# Sub/Main Integration



## Nordo (Feb 28, 2008)

Has anyone done a Primer/Help thread on integration of the sub with the mains using REW?


----------



## brucek (Apr 11, 2006)

No, what do you need to know?


----------



## Wayne A. Pflughaupt (Apr 13, 2006)

IMO, it’s a bit difficult to use REW for this, and it really isn’t REW’s intended purpose. The usual methods for blending subs and mains – Avia, Video Essentials, or simply using receiver-generated test tones w/ SPL meter - all work fine.

Regards,
Wayne


----------



## Nordo (Feb 28, 2008)

brucek said:


> No, what do you need to know?


When I finish EQing my sub, ending with a 24dB/octave roll-off, how do I check that against my mains?

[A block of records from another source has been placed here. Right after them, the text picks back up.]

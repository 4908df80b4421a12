"""Safe arithmetic expressions: an `ast` whitelist, then a direct translation to SymPy.

A case file from a colleague must never run code, so the text is parsed by Python's `ast`, every node is
checked against a whitelist, and the SymPy expression is built from the checked tree. SymPy never parses
the string itself.
"""

from __future__ import annotations

import ast
from collections.abc import Mapping

__all__ = ["FUNCTIONS", "ExpressionError", "parse_expression"]


class ExpressionError(ValueError):
    """An expression outside the allowed arithmetic; the message says what was found."""


def _functions() -> dict[str, object]:
    import sympy as sp

    return {
        "exp": sp.exp, "log": sp.log, "sqrt": sp.sqrt, "tanh": sp.tanh, "sin": sp.sin,
        "cos": sp.cos, "abs": sp.Abs, "min": sp.Min, "max": sp.Max,
    }


FUNCTIONS = ("exp", "log", "sqrt", "tanh", "sin", "cos", "abs", "min", "max")
_OPS = {ast.Add: "+", ast.Sub: "-", ast.Mult: "*", ast.Div: "/", ast.Pow: "**", ast.USub: "-", ast.UAdd: "+"}
_MAX_CONSTANT_POWER = 64


def _describe(node: ast.AST) -> str:
    if isinstance(node, (ast.operator, ast.unaryop)):
        return {ast.FloorDiv: "//", ast.Mod: "%", ast.MatMult: "@", ast.BitAnd: "&", ast.BitOr: "|",
                ast.BitXor: "^", ast.LShift: "<<", ast.RShift: ">>", ast.Invert: "~",
                ast.Not: "not"}.get(type(node), type(node).__name__)
    try:
        return ast.unparse(node)
    except Exception:  # noqa: BLE001 - a description only
        return type(node).__name__


def _refuse(what: str) -> ExpressionError:
    allowed = ", ".join(FUNCTIONS)
    return ExpressionError(f"`{what}` is not allowed (only numbers, names, + - * / ** and {allowed})")


def _check_node(node: ast.AST, names: set[str]) -> None:
    """Refuse one node that is outside the whitelist."""
    if isinstance(node, (ast.Expression, ast.Load)) or type(node) in _OPS:
        return
    if isinstance(node, (ast.BinOp, ast.UnaryOp)):
        return
    if isinstance(node, ast.Constant):
        value = node.value
        if isinstance(value, bool) or not isinstance(value, (int, float)):
            msg = f"constant {value!r} is not a real number"
            raise ExpressionError(msg)
        return
    if isinstance(node, ast.Name):
        if node.id not in names and node.id not in FUNCTIONS:
            msg = f"unknown symbol `{node.id}` (not a species, a parameter or an allowed function)"
            raise ExpressionError(msg)
        return
    if isinstance(node, ast.Call):
        _check_call(node)
        return
    raise _refuse(_describe(node))


def _check_call(node: ast.Call) -> None:
    if not isinstance(node.func, ast.Name) or node.func.id not in FUNCTIONS:
        name = node.func.id if isinstance(node.func, ast.Name) else _describe(node.func)
        msg = f"call of `{name}` is not allowed (allowed functions: {', '.join(FUNCTIONS)})"
        raise ExpressionError(msg)
    name, nargs = node.func.id, len(node.args)
    if node.keywords or any(isinstance(a, ast.Starred) for a in node.args):
        msg = f"`{name}` takes plain positional arguments only"
        raise ExpressionError(msg)
    if name in ("min", "max") and nargs < 2:
        msg = f"`{name}` needs at least two arguments"
        raise ExpressionError(msg)
    if name not in ("min", "max") and nargs != 1:
        msg = f"`{name}` takes exactly one argument, got {nargs}"
        raise ExpressionError(msg)


def _check(tree: ast.AST, names: set[str]) -> None:
    """Walk the whole tree first: a forbidden node anywhere is refused before SymPy sees anything."""
    called = {id(n.func) for n in ast.walk(tree) if isinstance(n, ast.Call)}
    for node in ast.walk(tree):
        _check_node(node, names)
        bare = isinstance(node, ast.Name) and node.id in FUNCTIONS and id(node) not in called
        if bare and node.id not in names:
            msg = f"function `{node.id}` must be called, as `{node.id}(...)`"
            raise ExpressionError(msg)


def _translate(node: ast.AST, symbols: Mapping[str, object], funcs: Mapping[str, object]):
    """Build the SymPy expression from a tree that `_check` accepted."""
    import sympy as sp

    if isinstance(node, ast.Expression):
        return _translate(node.body, symbols, funcs)
    if isinstance(node, ast.Constant):
        return sp.Integer(node.value) if isinstance(node.value, int) else sp.Float(node.value)
    if isinstance(node, ast.Name):
        return symbols[node.id]
    if isinstance(node, ast.UnaryOp):
        operand = _translate(node.operand, symbols, funcs)
        return -operand if isinstance(node.op, ast.USub) else operand
    if isinstance(node, ast.Call):
        return funcs[node.func.id](*(_translate(a, symbols, funcs) for a in node.args))
    left, right = _translate(node.left, symbols, funcs), _translate(node.right, symbols, funcs)
    op = type(node.op)
    if op is ast.Pow and left.is_Number and right.is_Number and abs(right) > _MAX_CONSTANT_POWER:
        msg = f"constant power `{ast.unparse(node)}` is too large"
        raise ExpressionError(msg)
    if op is ast.Add:
        return left + right
    if op is ast.Sub:
        return left - right
    if op is ast.Mult:
        return left * right
    if op is ast.Div:
        return left / right
    return left**right


def parse_expression(text: str | int | float, symbols: Mapping[str, object]):
    """Parse arithmetic ``text`` into a SymPy expression over ``symbols`` (name -> SymPy symbol).

    Raises
    ------
    ExpressionError
        For anything outside numbers, the given names, ``+ - * / **``, unary signs and calls to
        ``exp log sqrt tanh sin cos abs min max``; nothing is evaluated before the whole tree is checked.
    """
    import sympy as sp

    if isinstance(text, bool):
        msg = "expected a number or an expression, got a boolean"
        raise ExpressionError(msg)
    if isinstance(text, (int, float)):
        text = repr(text)
    if not isinstance(text, str):
        msg = f"expected a number or an expression string, got {type(text).__name__}"
        raise ExpressionError(msg)
    if len(text) > 10_000:
        msg = "expression longer than 10000 characters"
        raise ExpressionError(msg)
    try:
        tree = ast.parse(text.strip(), mode="eval")
    except SyntaxError as exc:
        msg = f"not a valid expression ({exc.msg})"
        raise ExpressionError(msg) from None
    _check(tree, set(symbols))
    return sp.sympify(_translate(tree, symbols, _functions()))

I assume I have to run REW through my receiver, making sure the receiver is set up to only output to sub and mains. I'm not too sure how to do that, but I can find out on the forum for my Onkyo 805 receiver. Also should I included the centre with the L & R? I assume so.

Is there anything special I need to know to set up the graphs for full range responses?


----------



## Nordo (Feb 28, 2008)

Wayne A. Pflughaupt said:


> IMO, it’s a bit difficult to use REW for this, and it really isn’t REW’s intended purpose. The usual methods for blending subs and mains – Avia, Video Essentials, or simply using receiver-generated test tones w/ SPL meter - all work fine.
> 
> Regards,
> Wayne


I've got Video Essentials, but I've always found it difficult to use, with confusing menus. But I'm willing to persist:blink:

I think using a SPL meter isn't a good idea, because you've just set up the sub with a variable response (sloping target based on your ear , not your SPL meter). Using a meter or VE, you would have to guess how much higher the sub would have to be set against the mains using pink noise.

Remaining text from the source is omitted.